顧津亭回洛城之前給黎窈請了個女護工,平時就住在酒店套房的外間,幫著照顧黎窈平時吃飯洗澡之類的需要。這期間江淮安來看過黎窈幾回,因為黎窈受傷的關系,《星河令》接下來的幾場巡演只能暫時取消,江淮安接下來這一個月沒什麽演出安排,本想留在荔城照顧黎窈,但被黎窈拒絕了,她言辭堅定道:“師兄你還是回洛城吧,《星河令》巡演取消,後續應該還有許多麻煩需要處理,你回去的話,跟團裏溝通解決也方便,而且我已經有人照顧了。”

江淮安聽到她最後一句話,便沒有再說什麽。幾日後,他也出發回了洛城。

在荔城這一個月,黎窈每天除了吃,就是睡,醫生說最好每天保持在床上平躺,能不動就不動,但她躺了一個星期就開始渾身難受,因為一趟床上就想睡覺,一睡醒發現天黑了一天又這樣過去了,她就忍不住emo。深夜她抱著電話躲在被窩裏跟顧津亭哭唧唧地抱怨:“哥哥我感覺自己現在好像個廢物……”

顧津亭第二天就讓人給她送來了一臺投影儀,屏幕投到天花板上,這樣她即使平躺在床上也能看,不至於每天那麽無聊。

周日顧津亭過來看黎窈,他讓護工先回去,兩人躺在床上悠閑地看電影,黎窈抱著顧津亭的手蹭,突然摸到他手腕骨的地方似乎有道疤痕。她摁開了燈,將他的手舉到眼前看,上面果然有一道長長的抓痕,已經結了痂,痂色深紅,看起來仍是觸目驚心。黎窈小心翼翼撫過那道傷痕,語帶心疼:“這是怎麽弄到的?”

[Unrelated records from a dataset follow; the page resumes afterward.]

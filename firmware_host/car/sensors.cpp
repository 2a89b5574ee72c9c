// SPDX-License-Identifier: MIT
#include "firmware_host/car/sensors.hpp"

#include <algorithm>
#include <cmath>

namespace holdfast::sim {

Sensors::Sensors(const SensorTable& table, std::vector<Fault> faults, double frame_rate_hz,
                 std::uint64_t seed)
    : table_(table),
      faults_(std::move(faults)),
      stuck_at_(faults_.size(), std::numeric_limits<double>::quiet_NaN()),
      frame_rate_hz_(frame_rate_hz),
      random_(seed, Stream::sensors) {
    const bool any_latency = std::any_of(table_.begin(), table_.end(), [](const auto& sensor) {
        return sensor.fitted && sensor.latency_s > 0.0;
    });
    if (any_latency) past_.resize(static_cast<std::size_t>(std::ceil(kLatencyLimitS * frame_rate_hz)) + 2);
}

void Sensors::read(std::int64_t tick, const TrueValues& now, Frame& frame) {
    if (!past_.empty()) past_[static_cast<std::size_t>(tick) % past_.size()] = now;
    const double time_s = static_cast<double>(tick) / frame_rate_hz_;
    for (std::size_t i = 0; i < kChannelCount; ++i) {
        if (!table_[i].fitted || !due(table_[i], tick)) continue;
        const double true_value = table_[i].latency_s > 0.0 ? delayed(i, tick) : now[i];
        double value = reading(i, true_value, time_s);
        if (spoil(static_cast<Channel>(i), time_s, value)) frame.set(static_cast<Channel>(i), value);
    }
}

bool Sensors::due(const SensorParameters& sensor, std::int64_t tick) const {
    constexpr double kRounding = 1e-6;  // of a sample interval
    const auto samples_by = [&](std::int64_t n) {
        const double since_s = static_cast<double>(n) / frame_rate_hz_ - sensor.first_s;
        return std::floor(since_s * sensor.rate_hz + kRounding);
    };
    const double by_now = samples_by(tick);
    return by_now >= 0.0 && by_now > samples_by(tick - 1);
}

double Sensors::delayed(std::size_t channel, std::int64_t tick) const {
    const double ticks = std::min(static_cast<double>(tick), table_[channel].latency_s * frame_rate_hz_);
    const auto whole = static_cast<std::int64_t>(ticks);
    const double share = ticks - static_cast<double>(whole);
    const auto at = [&](std::int64_t n) {
        return past_[static_cast<std::size_t>(std::max<std::int64_t>(0, n)) % past_.size()][channel];
    };
    return (1.0 - share) * at(tick - whole) + share * at(tick - whole - 1);
}

double Sensors::reading(std::size_t channel, double true_value, double time_s) {
    const SensorParameters& sensor = table_[channel];
    if (sensor.walk_per_sqrt_s > 0.0) {
        walk_[channel] +=
            sensor.walk_per_sqrt_s * std::sqrt(time_s - last_read_s_[channel]) * random_.normal();
    }
    last_read_s_[channel] = time_s;
    double value =
        (1.0 + sensor.gain_error) * true_value + sensor.offset + sensor.drift_per_s * time_s + walk_[channel];
    if (sensor.noise_sd > 0.0) value += sensor.noise_sd * random_.normal();
    if (sensor.resolution > 0.0) value = std::round(value / sensor.resolution) * sensor.resolution;
    return value;
}

// Applies the faults of a channel; false: the sample does not come.
bool Sensors::spoil(Channel channel, double time_s, double& value) {
    bool comes = true;
    for (std::size_t i = 0; i < faults_.size(); ++i) {
        const Fault& fault = faults_[i];
        if (fault.channel != channel || time_s < fault.from_s || time_s >= fault.until_s) continue;
        switch (fault.kind) {
            case FaultKind::stuck:
                if (std::isnan(stuck_at_[i])) stuck_at_[i] = value;
                value = stuck_at_[i];
                break;
            case FaultKind::drift:
                value += fault.magnitude * (time_s - fault.from_s);
                break;
            case FaultKind::spikes:
                if (random_.happens(0.02)) value += random_.happens(0.5) ? fault.magnitude : -fault.magnitude;
                break;
            case FaultKind::step:
                value += fault.magnitude;
                break;
            case FaultKind::noise:
                value += fault.magnitude * random_.normal();
                break;
            case FaultKind::gone:
                comes = false;
                break;
            case FaultKind::gaps:
                comes = comes && !random_.happens(fault.magnitude);
                break;
            case FaultKind::invalid:
                value = std::numeric_limits<double>::quiet_NaN();
                break;
        }
    }
    return comes;
}

}  // namespace holdfast::sim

顧津亭拉下袖子擋住那道疤痕,語氣隨意地道:“前兩天被朋友養的貓不小心抓的。”

黎窈“哦”一聲,突然不說話。

顧津亭捏她的下巴:“怎麽了?又不開心?”

黎窈的表情有些失落:“哥哥有空跟朋友見面擼貓咪,就是沒什麽時間來看我。”

顧津亭笑:“是誰之前還推著我說讓我趕快回洛城,洗澡的時候摔倒了也要勒令護工瞞著我?”

黎窈在他懷裏氣悶地背過身,覺得他一點都不理解她。

顧津亭親吻著她耳後的頭發,繼續笑道:“哥哥懂了,女孩子說不要的時候,其實就是要……是這個意思嗎?”

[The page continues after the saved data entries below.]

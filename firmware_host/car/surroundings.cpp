// SPDX-License-Identifier: MIT
// Circuits and sensors, drawn.
#include <cmath>
#include <numbers>

#include "firmware_host/car/families.hpp"

namespace holdfast::sim {
namespace {

struct Corner {
    double radius_m;
    double angle_rad;  // positive to the left
};

void add_corner(CircuitParameters& circuit, double& at_m, const Corner& corner, Random& random) {
    const double length_m = corner.radius_m * std::abs(corner.angle_rad);
    const bool left = corner.angle_rad > 0.0;
    circuit.segments.push_back({length_m, (left ? 1.0 : -1.0) / corner.radius_m, false});
    // Inner kerb near the apex, outer kerb at the exit.
    if (random.happens(0.7)) {
        circuit.kerbs.push_back(
            {at_m + 0.4 * length_m, random.uniform(1.5, 4.0), random.uniform(0.004, 0.014), left});
    }
    if (random.happens(0.7)) {
        circuit.kerbs.push_back(
            {at_m + 0.95 * length_m, random.uniform(1.5, 4.0), random.uniform(0.004, 0.014), !left});
    }
    at_m += length_m;
}

}  // namespace

CircuitParameters draw_circuit(int flap_straights, double long_straight_m, Random& random) {
    // Each long straight ends in a slow corner; then a short straight and a faster corner lead to the next.
    std::vector<Corner> corners;
    double left_rad = 0.0;
    double right_rad = 0.0;
    for (int i = 0; i < 2 * flap_straights; ++i) {
        const bool slow = i % 2 == 0;
        const double angle = slow ? random.uniform(1.3, 2.6) : random.uniform(0.8, 1.6);
        const bool left = slow || random.happens(0.4);
        corners.push_back(
            {slow ? random.uniform(38.0, 75.0) : random.uniform(85.0, 130.0), left ? angle : -angle});
        (left ? left_rad : right_rad) += angle;
    }
    // Once round in all.
    const double stretch = (2.0 * std::numbers::pi + right_rad) / left_rad;
    for (Corner& corner : corners) {
        if (corner.angle_rad > 0.0) corner.angle_rad *= stretch;
    }
    CircuitParameters circuit;
    double at_m = 0.0;
    const auto straight = [&](double length_m, bool flap) {
        circuit.segments.push_back({length_m, 0.0, flap});
        at_m += length_m;
    };
    const double before_line_m =
        random.uniform(0.25, 0.40);  // share of the first straight that lies before the line
    const double first_m = long_straight_m * random.uniform(1.0, 1.2);
    for (int i = 0; i < flap_straights; ++i) {
        straight(i == 0 ? (1.0 - before_line_m) * first_m : long_straight_m * random.uniform(0.8, 1.2), true);
        add_corner(circuit, at_m, corners[static_cast<std::size_t>(2 * i)], random);
        straight(random.uniform(260.0, 420.0), false);
        add_corner(circuit, at_m, corners[static_cast<std::size_t>(2 * i + 1)], random);
    }
    straight(before_line_m * first_m, true);
    circuit.elevation_m = random.uniform(0.0, 6.0);
    circuit.elevation_waves = 1 + static_cast<int>(random.uniform(0.0, 3.0));
    return circuit;
}

SensorTable draw_sensors(std::size_t ride_heights, double scale, Random& random) {
    constexpr double kFastHz = 400.0;
    constexpr double kSlowHz = 100.0;
    constexpr double kWeatherHz = 1.0;
    SensorTable table{};
    // Steps are powers of two, as those of converters are; short mantissas also pack well into a recording.
    // Gain error, offset and drift are given as standard deviations and drawn.
    const auto fit = [&](Channel c, double rate_hz, double noise_sd, double gain_sd, double offset_sd,
                         double drift_sd_per_s, double resolution) {
        SensorParameters& sensor = table[index(c)];
        sensor.fitted = true;
        sensor.rate_hz = rate_hz;
        sensor.first_s = rate_hz == kSlowHz ? 3.0 / kFastHz : 0.0;
        sensor.noise_sd = scale * noise_sd;
        sensor.gain_error = scale * gain_sd * random.normal();
        sensor.offset = scale * offset_sd * random.normal();
        sensor.drift_per_s = scale * drift_sd_per_s * random.normal();
        sensor.resolution = resolution;
    };
    for (const Channel c : {Channel::load_fl, Channel::load_fr, Channel::load_rl, Channel::load_rr}) {
        fit(c, kFastHz, 37.0, 0.01, 30.0, 0.05, 1.0);
    }
    for (std::size_t i = 0; i < ride_heights; ++i) {
        fit(ride_height_channel(i), kFastHz, 0.3e-3, 0.003, 0.3e-3, 0.5e-6, 0x1p-17);
    }
    fit(Channel::speed, kSlowHz, 0.04, 0.001, 0.0, 0.0, 0x1p-9);
    fit(Channel::flap_position, kFastHz, 0.004, 0.003, 0.003, 0.0, 0x1p-12);
    fit(Channel::flap_command, kFastHz, 0.0, 0.0, 0.0, 0.0, 0.0);
    fit(Channel::brake_pressure, kSlowHz, 8e3, 0.01, 4e3, 0.0, 256.0);
    fit(Channel::accel_x, kFastHz, 0.33, 0.005, 0.08, 0.0, 0x1p-7);
    fit(Channel::accel_y, kFastHz, 0.30, 0.005, 0.08, 0.0, 0x1p-7);
    fit(Channel::throttle, kSlowHz, 0.0, 0.0, 0.0, 0.0, 0x1p-10);
    fit(Channel::drive_force, kSlowHz, 60.0, 0.025, 40.0, 0.0, 1.0);
    fit(Channel::lap, kSlowHz, 0.0, 0.0, 0.0, 0.0, 0.0);
    fit(Channel::lap_distance, kSlowHz, 0.0, 0.0, 0.0, 0.0, 0.125);
    fit(Channel::air_temperature, kWeatherHz, 0.05, 0.0, 0.2, 0.0, 0x1p-4);
    fit(Channel::air_pressure, kWeatherHz, 5.0, 0.0, 20.0, 0.0, 8.0);
    fit(Channel::relative_humidity, kWeatherHz, 0.002, 0.0, 0.02, 0.0, 0x1p-8);
    return table;
}

void fit_extra_sensors(SensorTable& table, double scale, Random& random) {
    const auto fit = [&](Channel c, double rate_hz, double noise_sd, double gain_sd, double offset_sd,
                         double resolution) {
        SensorParameters& sensor = table[index(c)];
        sensor.fitted = true;
        sensor.rate_hz = rate_hz;
        sensor.resolution = resolution;
        sensor.noise_sd = scale * noise_sd;
        sensor.gain_error = scale * gain_sd * random.normal();
        sensor.offset = scale * offset_sd * random.normal();
    };
    fit(Channel::accel_z, 400.0, 0.6, 0.005, 0.08, 0x1p-7);
    fit(Channel::pitot_pressure, 100.0, 15.0, 0.012, 5.0, 1.0);
    fit(Channel::heading, 100.0, 0.003, 0.0, 0.01, 0x1p-12);
    fit(Channel::yaw_rate, 100.0, 0.006, 0.003, 0.003, 0x1p-12);
}

}  // namespace holdfast::sim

黎窈抿著唇,繼續不理他。片刻後,她的嘴裏忍不住溢出一兩句低吟,顧津亭用潮濕的手揉了揉她的唇珠,他親吻她的耳朵,聲音如粗礪顆粒緩重地摩擦著她的耳膜:“幺幺現在告訴哥哥,到底是要,還是不要呢?”

“……”

兩人當晚並沒有進行到最後,半夜的時候顧津亭起身去浴室沖澡,黎窈喘著氣躺在床上,四肢仿佛被抽幹了所有力氣,床頭櫃上的手機響了一聲,她拿起來,是一條微博通知信息,顯示她關註的對象有了狀態更新。

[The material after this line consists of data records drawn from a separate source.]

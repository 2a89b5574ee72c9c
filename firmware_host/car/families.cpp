// SPDX-License-Identifier: MIT
// Orders of magnitude: open-wheel cars after open university lap-time studies and textbooks (mass 660-880 kg,
// wheelbase 3.1-3.6 m, downforce area 2.8-4.9 m^2, drag area 1.15-1.56 m^2, heave 3.5-7 Hz); the two others
// by the same ways of thought, common practice.
#include "firmware_host/car/families.hpp"

#include <cmath>

namespace holdfast::sim {
namespace {

// Damping as a share of critical, rebound stiffer than bump.
void draw_damping(AxleParameters& axle, double sprung_corner_kg, double damping_ratio, Random& random) {
    const double critical = 2.0 * std::sqrt(axle.wheel_rate_npm * sprung_corner_kg);
    const double rebound_over_bump = random.uniform(1.15, 1.7);
    // Around the slow speeds of the heave mode; the digressive knee takes some of it away above.
    const double mean = damping_ratio * critical;
    axle.damping_bump_nspm = 2.0 * mean / (1.0 + rebound_over_bump);
    axle.damping_rebound_nspm = axle.damping_bump_nspm * rebound_over_bump;
    axle.damping_fast_share = random.uniform(0.3, 0.5);
    axle.damping_knee_mps = random.uniform(0.06, 0.14);
}

void draw_dampings(ChassisParameters& car, double least_ratio, double most_ratio, Random& random) {
    const double front_kg = 0.5 * car.mass_kg * car.front_weight_share - car.front.unsprung_mass_kg;
    const double rear_kg = 0.5 * car.mass_kg * (1.0 - car.front_weight_share) - car.rear.unsprung_mass_kg;
    draw_damping(car.front, front_kg, random.uniform(least_ratio, most_ratio), random);
    draw_damping(car.rear, rear_kg, random.uniform(least_ratio, most_ratio), random);
}

// Bump stops near the travel that downforce takes at `speed`.
void draw_bump_stops(Scenario& s, double speed_mps, Random& random) {
    const double pressure_pa = 0.5 * 1.17 * speed_mps * speed_mps;
    AxleParameters& front = s.chassis.front;
    AxleParameters& rear = s.chassis.rear;
    front.bump_stop_gap_m =
        0.5 * pressure_pa * s.aero.front.area_m2 * 1.2 / front.wheel_rate_npm * random.uniform(1.1, 1.35);
    rear.bump_stop_gap_m =
        0.5 * pressure_pa * s.aero.rear.area_m2 * 1.2 / rear.wheel_rate_npm * random.uniform(0.95, 1.15);
    for (AxleParameters* axle : {&front, &rear}) {
        axle->bump_stop_rate_npm = random.uniform(0.3, 1.0) * axle->wheel_rate_npm;
        axle->bump_stop_growth_npm2 = random.uniform(5e6, 2e7);
    }
}

void draw_flap(FlapParameters& flap, Random& random) {
    const double kind = random.uniform();
    flap.shape = kind < 0.5    ? Reattachment::first_order
                 : kind < 0.75 ? Reattachment::separation_point
                               : Reattachment::slow_tail;
    flap.tau_chords = random.uniform(10.0, 16.0);
    flap.tau_scatter = random.uniform(0.03, 0.08);
    flap.tail_share = random.uniform(0.10, 0.25);
    flap.tail_factor = random.uniform(3.0, 5.0);
    flap.dead_chords = random.uniform(2.0, 4.0);
    flap.attach_position = random.uniform(0.28, 0.42);
    flap.opening_time_s = random.uniform(0.03, 0.15);
    flap.smooth_travel = random.happens(0.5);
    flap.actuator_delay_s = random.uniform(0.0, 0.012);
    flap.overhang_m = random.uniform(0.0, 0.35);
}

void draw_links(ChassisParameters& car, Random& random) {
    car.front.anti_brake_share = random.uniform(0.05, 0.30);
    car.rear.anti_brake_share = random.uniform(0.05, 0.25);
    car.rear.anti_squat_share = random.uniform(0.05, 0.35);
    car.front.roll_centre_m = random.uniform(0.02, 0.07);
    car.rear.roll_centre_m = random.uniform(0.03, 0.09);
}

void place_three(Scenario& s) {
    const double rear_x = -s.chassis.wheelbase_m - 0.1;
    s.ride_heights = {{"front", s.aero.floor_front_m, 0.25, 0.0},
                      {"rear_left", s.aero.floor_rear_m + 0.003, rear_x, 0.45},
                      {"rear_right", s.aero.floor_rear_m + 0.003, rear_x, -0.45}};
}

void place_four(Scenario& s) {
    const double rear_x = -s.chassis.wheelbase_m + 0.35;
    s.ride_heights = {{"front_left", s.aero.floor_front_m + 0.004, -0.30, 0.50},
                      {"front_right", s.aero.floor_front_m + 0.004, -0.30, -0.50},
                      {"rear_left", s.aero.floor_rear_m, rear_x, 0.40},
                      {"rear_right", s.aero.floor_rear_m, rear_x, -0.40}};
}

}  // namespace

void draw_open_wheel(Scenario& s, Random& random) {
    ChassisParameters& car = s.chassis;
    car.mass_kg = random.uniform(790.0, 880.0);
    car.fuel_per_lap_kg = random.uniform(1.4, 2.1);
    car.wheelbase_m = random.uniform(3.30, 3.60);
    car.front_weight_share = random.uniform(0.44, 0.47);
    car.cg_height_m = random.uniform(0.28, 0.32);
    car.pitch_inertia_kgm2 = random.uniform(950.0, 1200.0);
    car.roll_inertia_kgm2 = random.uniform(160.0, 230.0);
    car.rolling_resistance = random.uniform(0.012, 0.017);
    car.tyre_growth_s2pm = random.uniform(2.5e-7, 6e-7);
    car.front.track_m = 1.60;
    car.rear.track_m = 1.55;
    car.front.unsprung_mass_kg = random.uniform(17.0, 21.0);
    car.rear.unsprung_mass_kg = random.uniform(20.0, 25.0);
    car.front.wheel_rate_npm = random.uniform(190e3, 260e3);
    car.rear.wheel_rate_npm = random.uniform(140e3, 190e3);
    car.front.anti_roll_rate_npm = random.uniform(60e3, 120e3);
    car.rear.anti_roll_rate_npm = random.uniform(20e3, 45e3);
    car.front.tyre_rate_npm = random.uniform(270e3, 330e3);
    car.rear.tyre_rate_npm = random.uniform(290e3, 350e3);
    draw_dampings(car, 0.45, 0.65, random);
    draw_links(car, random);
    s.aero.floor_front_m = random.uniform(0.042, 0.050);
    s.aero.floor_rear_m = random.uniform(0.090, 0.100);
    s.aero.front = {random.uniform(1.55, 1.80), random.uniform(0.15, 0.30), random.uniform(-0.010, 0.006),
                    0.024};
    s.aero.rear = {random.uniform(2.15, 2.50), random.uniform(0.15, 0.30), random.uniform(0.010, 0.032),
                   0.045};
    s.aero.drag_base_m2 = random.uniform(0.62, 0.78);
    s.aero.drag_per_downforce2 = random.uniform(0.022, 0.033);
    draw_flap(s.flap, random);
    s.flap.chord_m = random.uniform(0.20, 0.28);
    s.flap.area_m2 = random.uniform(0.70, 1.20);
    s.flap.drag_area_m2 = random.uniform(0.0, 0.12);
    draw_bump_stops(s, 88.0, random);
    s.driver.power_w = random.uniform(560e3, 660e3);
    s.driver.closing_time_least_s = 0.03;
    s.driver.closing_time_most_s = 0.12;
    place_three(s);
}

void draw_prototype(Scenario& s, Random& random) {
    ChassisParameters& car = s.chassis;
    car.mass_kg = random.uniform(980.0, 1120.0);
    car.fuel_per_lap_kg = random.uniform(1.8, 2.8);
    car.wheelbase_m = random.uniform(3.00, 3.20);
    car.front_weight_share = random.uniform(0.46, 0.49);
    car.cg_height_m = random.uniform(0.29, 0.34);
    car.pitch_inertia_kgm2 = random.uniform(1200.0, 1500.0);
    car.roll_inertia_kgm2 = random.uniform(280.0, 380.0);
    car.tyre_growth_s2pm = random.uniform(3e-7, 6e-7);
    car.front.track_m = 1.62;
    car.rear.track_m = 1.60;
    car.front.unsprung_mass_kg = random.uniform(24.0, 30.0);
    car.rear.unsprung_mass_kg = random.uniform(27.0, 34.0);
    car.front.wheel_rate_npm = random.uniform(180e3, 260e3);
    car.rear.wheel_rate_npm = random.uniform(150e3, 220e3);
    car.front.anti_roll_rate_npm = random.uniform(40e3, 90e3);
    car.rear.anti_roll_rate_npm = random.uniform(20e3, 50e3);
    car.front.tyre_rate_npm = random.uniform(300e3, 380e3);
    car.rear.tyre_rate_npm = random.uniform(320e3, 400e3);
    draw_dampings(car, 0.40, 0.60, random);
    draw_links(car, random);
    s.aero.floor_front_m = random.uniform(0.045, 0.055);
    s.aero.floor_rear_m = random.uniform(0.065, 0.080);
    s.aero.front = {random.uniform(1.35, 1.65), random.uniform(0.12, 0.25), random.uniform(0.000, 0.014),
                    0.026};
    s.aero.rear = {random.uniform(1.75, 2.15), random.uniform(0.12, 0.25), random.uniform(0.008, 0.026),
                   0.036};
    s.aero.drag_base_m2 = random.uniform(0.55, 0.65);
    s.aero.drag_per_downforce2 = random.uniform(0.020, 0.030);
    draw_flap(s.flap, random);
    s.flap.chord_m = random.uniform(0.18, 0.24);
    s.flap.area_m2 = random.uniform(0.45, 0.75);
    s.flap.drag_area_m2 = random.uniform(0.0, 0.10);
    draw_bump_stops(s, 85.0, random);
    s.driver.power_w = random.uniform(470e3, 540e3);
    s.driver.drive_limit_n = 11500.0;
    s.driver.grip = 1.50;
    s.driver.braking_grip = 1.50;
    s.driver.braking_limit_mps2 = random.uniform(36.0, 44.0);
    s.driver.brake_gain_nppa = random.uniform(5e-3, 7e-3);
    s.driver.closing_time_least_s = 0.05;
    s.driver.closing_time_most_s = 0.18;
    s.driver.lift_s = random.uniform(0.0, 0.15);
    place_four(s);
}

void draw_heavy_closed(Scenario& s, Random& random) {
    ChassisParameters& car = s.chassis;
    car.mass_kg = random.uniform(1270.0, 1450.0);
    car.fuel_per_lap_kg = random.uniform(2.0, 3.2);
    car.wheelbase_m = random.uniform(2.60, 2.80);
    car.front_weight_share = random.uniform(0.43, 0.50);
    car.cg_height_m = random.uniform(0.40, 0.47);
    car.pitch_inertia_kgm2 = random.uniform(1700.0, 2200.0);
    car.roll_inertia_kgm2 = random.uniform(380.0, 520.0);
    car.tyre_growth_s2pm = random.uniform(2e-7, 5e-7);
    car.front.track_m = 1.66;
    car.rear.track_m = 1.63;
    car.front.unsprung_mass_kg = random.uniform(34.0, 42.0);
    car.rear.unsprung_mass_kg = random.uniform(37.0, 46.0);
    car.front.wheel_rate_npm = random.uniform(150e3, 220e3);
    car.rear.wheel_rate_npm = random.uniform(140e3, 200e3);
    car.front.anti_roll_rate_npm = random.uniform(50e3, 100e3);
    car.rear.anti_roll_rate_npm = random.uniform(30e3, 60e3);
    car.front.tyre_rate_npm = random.uniform(300e3, 380e3);
    car.rear.tyre_rate_npm = random.uniform(320e3, 400e3);
    draw_dampings(car, 0.40, 0.60, random);
    draw_links(car, random);
    s.aero.floor_front_m = random.uniform(0.055, 0.065);
    s.aero.floor_rear_m = random.uniform(0.070, 0.085);
    s.aero.front = {random.uniform(0.75, 1.00), random.uniform(0.10, 0.20), random.uniform(0.010, 0.026),
                    0.032};
    s.aero.rear = {random.uniform(1.30, 1.60), random.uniform(0.08, 0.18), random.uniform(0.015, 0.035),
                   0.045};
    s.aero.drag_base_m2 = random.uniform(0.70, 0.80);
    s.aero.drag_per_downforce2 = random.uniform(0.025, 0.040);
    draw_flap(s.flap, random);
    s.flap.chord_m = random.uniform(0.20, 0.30);
    s.flap.area_m2 = random.uniform(0.45, 0.65);
    s.flap.drag_area_m2 = random.uniform(0.02, 0.10);
    draw_bump_stops(s, 80.0, random);
    s.driver.power_w = random.uniform(400e3, 470e3);
    s.driver.drive_limit_n = 11000.0;
    s.driver.grip = 1.45;
    s.driver.braking_grip = 1.40;
    s.driver.lateral_limit_mps2 = 24.0;
    s.driver.braking_limit_mps2 = random.uniform(27.0, 32.0);
    s.driver.brake_gain_nppa = random.uniform(6e-3, 8e-3);
    s.driver.brake_rise_s = random.uniform(0.12, 0.20);
    s.driver.closing_time_least_s = 0.08;
    s.driver.closing_time_most_s = 0.20;
    s.driver.gap_most_s = 0.50;
    s.driver.lift_s = random.uniform(0.05, 0.25);
    place_three(s);
}

}  // namespace holdfast::sim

黎窈點進去,看到Byers-蘇沐音更新了一條微博——是一張抓著貓咪的爪子給它剪指甲的照片,配文:消滅兇器,看你下次還敢抓爸爸。

粉絲都以為她所說的“爸爸”是自稱,在評論裏哈哈笑:

“seven老了,開始有脾氣了【doge】”

“看在seven這麽可憐巴巴的份上,就意思下給它剪個小尾指好了~”

“沐沐被抓傷了嗎?傷口要註意消毒哦【擔心】”

黎窈看著手機屏幕,渾身的血液漸漸冷卻下來。

Seven,是他們以前那個大學樂隊的名字,所以顧津亭的手,其實是被這只叫seven的貓抓傷的嗎?